Relato Tropeiro de: José dos Santos Padre (Bem Padre)

Relato Tropeiro de: José dos Santos Padre (Bem Padre)

Escuita! Esse é o canto do mato a noite. É aqui que agente apeia, em vorta da fogueira pa mode se aquenta e proseá. Agente dorme no mato quase sempre a beira de um rio, é mais fácil cuidar da tropa assim.

Oceis discurpa meu jeito matuto, esqueci de me apresenta: Meu nome... Bom eu tenho dois nomes, um que corre o trecho da lida e um que ta nos documento, o de batismo que é: José dos Santos Padre. Já o da lida é Bem Padre.

Eu nasci em 1895 em São Miguel Arcanjo quando ainda era quase uma vila na rota das tropa. Minha mãe Maria Cândida Lopes do Santos era a parteira da região aprendeu oficio com minha avó que era índia. Meu pai Manoel Livramento dos Santos Padre recebeu esse nome do meu avô que queria que ele fosse padre.

Eu fui criado mais com meu avô e minha mãe, fui conhecer mais meu pai dispois de moço correndo trecho, na lida. Foi com ele que aprendi a ser madrinheiro.

Eu puxo a mula madrinha da tropa com o polaque amarrado no pescoço que vai batendo pa mode a tropa ouvi e segui. Também puxo uma outra mula com as traia da boia, vai tudo nas bruaca. Agente leva um cardeirão de ferro grande, um bule de ferro, duas panelas menor pra fazer os toicin, cestos de palha, e um punhado de coisa pra mode faze a boia pa peaozada. Nóis leva feijão, carne de sol, toicin, fubá, farinha de madioca, café, cachaça e banha. Gente Faz a paçoca, cozinha o feijão gordo com lingüiça quando breganha no trecho. Argumas coisa noís troca pelo caminho pra mode varia a boia. A vida é dura na lida, não é fácil, agente fica tempo fora de casa vive mais no mato, tem que dormi aqui e come o que a terra dá. Mais eu não reclamo gosto de vive assim, as vezes a saudade aperta, mais ai o canto do mato me alegra e em vorta da foguera agente reza.

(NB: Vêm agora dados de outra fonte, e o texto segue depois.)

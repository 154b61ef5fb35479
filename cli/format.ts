/** Number and duration formatting for human-readable terminal output (not for files: exports keep full precision). */

/** x with `digits` significant digits, trailing zeros dropped; "n/a" when not finite. */
export function sig(x: number, digits = 4): string {
  if (!Number.isFinite(x)) return 'n/a';
  const abs = Math.abs(x);
  if (abs !== 0 && (abs >= 1e6 || abs < 1e-3)) {
    const [m, e] = x.toExponential(digits - 1).split('e');
    return `${String(Number(m))}e${e.replace('+', '')}`;
  }
  return String(Number(x.toPrecision(digits)));
}

/** "mean ± ci95 unit", the half-width with 2 significant digits and the mean to the same decimal place. */
export function plusMinus(mean: number, ci95: number, unit: string): string {
  if (!Number.isFinite(mean)) return `n/a ${unit}`;
  if (!Number.isFinite(ci95) || ci95 <= 0) return `${sig(mean)} ${unit} (no error bar)`;
  const place = Math.floor(Math.log10(ci95)) - 1;
  const decimals = Math.max(0, -place);
  if (Math.abs(mean) >= 1e6 || Math.abs(mean) < 1e-3) return `${sig(mean)} ± ${sig(ci95, 2)} ${unit}`;
  const round = (v: number) => (decimals > 0 ? v.toFixed(decimals) : String(Math.round(v / 10 ** place) * 10 ** place));
  return `${round(mean)} ± ${round(ci95)} ${unit}`;
}

/** Seconds as "0.4s", "12s", "3m 05s" or "1h 02m". */
export function duration(seconds: number): string {
  if (!Number.isFinite(seconds) || seconds < 0) return '?';
  if (seconds < 9.95) return `${seconds.toFixed(1)}s`;
  const s = Math.round(seconds);
  if (s < 60) return `${s}s`;
  if (s < 3600) return `${Math.floor(s / 60)}m ${String(s % 60).padStart(2, '0')}s`;
  return `${Math.floor(s / 3600)}h ${String(Math.floor((s % 3600) / 60)).padStart(2, '0')}m`;
}

/** Bytes as "12.3 MB" (decimal prefixes). */
export function bytes(n: number): string {
  if (n < 1e3) return `${n} B`;
  if (n < 1e6) return `${sig(n / 1e3, 3)} kB`;
  if (n < 1e9) return `${sig(n / 1e6, 3)} MB`;
  return `${sig(n / 1e9, 3)} GB`;
}

/** Aligned "label  value" lines. */
export function table(rows: readonly (readonly [string, string])[], indent = '  '): string {
  const width = Math.max(0, ...rows.map(([label]) => label.length));
  return rows.map(([label, value]) => `${indent}${label.padEnd(width)}  ${value}`).join('\n');
}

A tropa pra quem eu trabalho é de Chico Trindade, o Chico é negociante, ele que é o arrieiro. Agente levanta de manhã, mais as vezes espera o sol apontar pra mode esperar o sereno no lombo das mula seca pra num encrua com a poeira da estrada. De manhã eu faço café; ah o café! O café tropeiro! Esse é especiar, num pode farta de jeito nenhum, eu mesmo se encarrego de prepara. Uma semana antes da tropa se junta e sai de viajem, eu passo na roça do Pedro Bento, iscoio os grão mai graúdo e encho a saca daquele café cru, o cumpade Pedro só seca e descasca. Eu levo pa casa, e um dia antes do combinado da viajem eu tomo uma pinguinha aproveito a brasa do fogão a lenha e coloco o danado no torrado, e com carma e paciência vo torrando até o safado do pretinho infesta a vila com aquele chero de café torrado na lenha. Quando termino de torra já é quase hora de sai e os cumpade da tropa vem pelo chero. Minha cumade já deixa o pão pronto, só pa assa, antes do dia raia os cumpade da tropa vem pelo rastro do chero, cada um trás argua coisa, daí eu passo o café no cuado de pano, e a gente toma de canecada. Aiai, sardade de casa!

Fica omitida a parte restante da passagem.